Batch and interactive results differ

genevb commented 2 months ago

I've found that running a test job in batch, which can be condor directly, or condor through the STAR Scheduler or through CRS (for starreco only), gets different results than running the job interactively, for things printed in the log files like tracks counts. The implication is that something is different in the batch environment. I should note that the batch jobs all get the same results as each other.

Things I've tested:

Is this true in both 32-bit and 64-bit modes? Yes, I see the same patterns that batch is different from interactive and various batch are consistent with each other... though we've known for a long time that 32-bit and 64-bit are not identical to each other due to rounding differences.
Is this true in various libraries? Yes, I tried both SL23e and SL23f, which are different primarily in the use of the spack environment for the latter. I see the same patterns regardless, and SL23e and SL23f are identical to each other.
Is this true for different users? Yes, I tried both the genevb and starreco accounts using SL23e optimized. I see the same patterns regardless, and genevb and starreco are identical to each other.
Is this true in both unoptimized and optimized? Here it gets a big confusing....While 32-bit unoptimized batch results differ from 32-bit unoptimized interactive results, this is not true in 64-bit un-optimized: batch unoptimized results do match interactive results and these both match the 64-bit optimized interactive results (but not the 64-bit optimized batch results, so 3-out-of-4 64-bit results match each other). This is the only situation where I saw batch and interactive match each other. Also, 32-bit optimized and unoptimized are not identical to each other.

Summarizing these observations: there are various comparisons for which rounding differences cause some slight differences in results, but batch vs. interactive execution should not lead to such differences. Yet in only one comparison test did I see batch and interactive identical to each other (64-bit unoptimized).

Test job:

setenv NODEBUG yes
starver SL23e
root4star -b -q -l 'bfc.C(1,"pp2022a,StiCA,BEmcChkStat,-mtd,-btof,-etofA,-picoWrite,-dedxy2,-hitfilt","/star/data03/daq/2022/036/23036038/st_physics_23036038_raw_3500011.daq")'

A simple thing to check:

> grep -a StiStEvent log | head -1

...gives these results: interactive:

StiStEventFiller::fillEvent() -I- Number of filled as global(1):9801

condor:

StiStEventFiller::fillEvent() -I- Number of filled as global(1):9780

STAR scheduler:

StiStEventFiller::fillEvent() -I- Number of filled as global(1):9780

plexoos commented 2 months ago

Thank you for the report Gene.
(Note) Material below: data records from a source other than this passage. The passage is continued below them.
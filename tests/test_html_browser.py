"""The HTML review in a real browser (headless Chromium through Playwright): readable on a phone
(nothing wider than the screen but tables, which scroll inside themselves), severity shown by
word and colour, no word broken mid-way, nothing fetched from the network; with a screenshot."""

from __future__ import annotations

import os
import shutil
from pathlib import Path

import pytest

from reviewer.formats import render_review
from reviewer.session import review_file

from .conftest import ROOT

CHROMIUM = shutil.which("chromium") or shutil.which("chromium-browser")
pytestmark = pytest.mark.skipif(CHROMIUM is None, reason="Debian's chromium is not installed")
PHONE = {"width": 390, "height": 844}  # a common phone viewport in CSS pixels


@pytest.fixture(scope="module")
def page_of_review(tmp_path_factory):
    sync_api = pytest.importorskip("playwright.sync_api")
    html = render_review(review_file(ROOT / "sample_builds" / "allotment-cargo-trike.toml"), "html")
    path = tmp_path_factory.mktemp("html") / "review.html"
    path.write_text(html, encoding="utf-8")
    requests: list[str] = []
    with sync_api.sync_playwright() as playwright:
        browser = playwright.chromium.launch(executable_path=CHROMIUM, args=["--no-sandbox"])
        page = browser.new_page(viewport=PHONE)
        page.on("request", lambda request: requests.append(request.url))
        page.goto(path.as_uri())
        yield page, path, requests
        browser.close()


def test_readable_on_a_phone_with_a_screenshot(page_of_review) -> None:
    page, path, _ = page_of_review
    shot = Path(path).with_suffix(".png")
    page.screenshot(path=str(shot), full_page=False)
    folder = os.environ.get("FIRSTRIDE_ARTEFACTS")  # kept as a test artefact where CI asks
    if folder:
        Path(folder).mkdir(parents=True, exist_ok=True)
        shutil.copyfile(shot, Path(folder) / "html-review-phone.png")
    assert shot.read_bytes()[:8] == b"\x89PNG\r\n\x1a\n" and shot.stat().st_size > 10_000
    width = page.evaluate("document.documentElement.scrollWidth")
    assert width <= PHONE["width"]  # the page itself never scrolls sideways


def test_severity_by_word_and_colour(page_of_review) -> None:
    page, _, _ = page_of_review
    words = page.eval_on_selector_all(".sev", "els => els.map(e => e.textContent)")
    assert "STOP" in words and "FIX" in words
    colour = page.eval_on_selector(".sev-stop", "e => getComputedStyle(e).color")
    ink = page.eval_on_selector("body", "e => getComputedStyle(e).color")
    assert colour != ink
    verdict = page.eval_on_selector(".verdict", "e => e.textContent")
    assert verdict == "Verdict: NO-GO"


def test_no_word_is_broken_mid_way(page_of_review) -> None:
    page, _, _ = page_of_review
    wraps = page.eval_on_selector_all(
        "td, th, code, li",
        "els => [...new Set(els.map(e => getComputedStyle(e).overflowWrap + '/' + "
        "getComputedStyle(e).wordBreak))]",
    )
    assert all(not w.startswith("anywhere") and "break-all" not in w for w in wraps), wraps


def test_nothing_is_fetched(page_of_review) -> None:
    _, path, requests = page_of_review
    assert requests == [Path(path).as_uri()]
I can reproduce the output number 9801 when I run your test job on an interactive node, and I get 9809 with 64b env:

$ setenv NODEBUG yes
$ setup 64b
$ starver SL23e
$ root4star -b -q -l 'bfc.C(1,"pp2022a,StiCA,BEmcChkStat,-mtd,-btof,-etofA,-picoWrite,-dedxy2,-hitfilt","/star/data03/daq/2022/036/23036038/st_physics_23036038_raw_3500011.daq")' | & grep -a StiStEvent | head -3
StiStEventFiller::fillEvent() -I- Number of filled as global(1):9809
StiStEventFiller::fillEvent() -I- Number of filled as global(2):6035
StiStEventFiller::fillEvent() -I- Number of filled GOOD globals:4238

Unless you already verified, I'd make sure that the environments are indeed the same by printing them with printenv. Can you share the script and the command you used to submit the test job to condor?

genevb commented 2 months ago

Environments: I did check this earlier today, both for "set" and "setenv", and there are a lot of differences. I tried looking for things that were common across my batch tests, but different for my interactive tests. Here are the environment variable that match that pattern from what I saw:

These are set in interactive, but not batch: KERB5CCNAME, DISPLAY, several SSH_* variables
These are set in batch, but not interactive: MKL_NUM_THREADS, NUMEXPR_NUM_THREAD, OMP_NUM_THREAD, OMP_THREAD_LIMIT, OPENBLAS_NUM_THREADS, _CHIRP_DELAYED_UPDATE_PREFIX, GO_MAX_PROCS, TEMP, TMP, TMPDIR, TF_NUM_THREAD, TF_LOOP_PARALLEL_ITERATIONS, BATCH_SYSTEM and a whole bunch of CONDOR* variables
INTERACTIVE=1 in interactive, and 0 in batch
DOMAINNAME=rcf.bnl.gov in interactive, and sdcc.bnl.gov in batch

An example of something that didn't match the pattern of interest: PATH is different for the CRS job, but is consistent between the condor, STAR scheduler, and interactive jobs.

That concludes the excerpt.